[Start of section]
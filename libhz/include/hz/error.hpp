// Trouble with the world outside a row: files, options, disks.
#pragma once
#include <stdexcept>
#include <string>

namespace hz {

/// Who can mend it; the program's exit code follows from it.
enum class Fault { usage = 2, input = 3, output = 4 };

/// Thrown when a whole run cannot go on. what() is one sentence that names the file and place and says what to do.
class Error : public std::runtime_error {
public:
  Error(Fault fault, const std::string& what) : std::runtime_error(what), fault_(fault) {}
  [[nodiscard]] Fault fault() const { return fault_; }

private:
  Fault fault_;
};

}  // namespace hz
[End of section]
◆ About this exercise ◆
For the span from the line containing "#pragma once" through the last line of the entries above, transcribe each line exactly and leave out everything else.

◆ Written response ◆
#pragma once
#include <stdexcept>
#include <string>

namespace hz {

/// Who can mend it; the program's exit code follows from it.
enum class Fault { usage = 2, input = 3, output = 4 };

/// Thrown when a whole run cannot go on. what() is one sentence that names the file and place and says what to do.
class Error : public std::runtime_error {
public:
  Error(Fault fault, const std::string& what) : std::runtime_error(what), fault_(fault) {}
  [[nodiscard]] Fault fault() const { return fault_; }

private:
  Fault fault_;
};

}  // namespace hz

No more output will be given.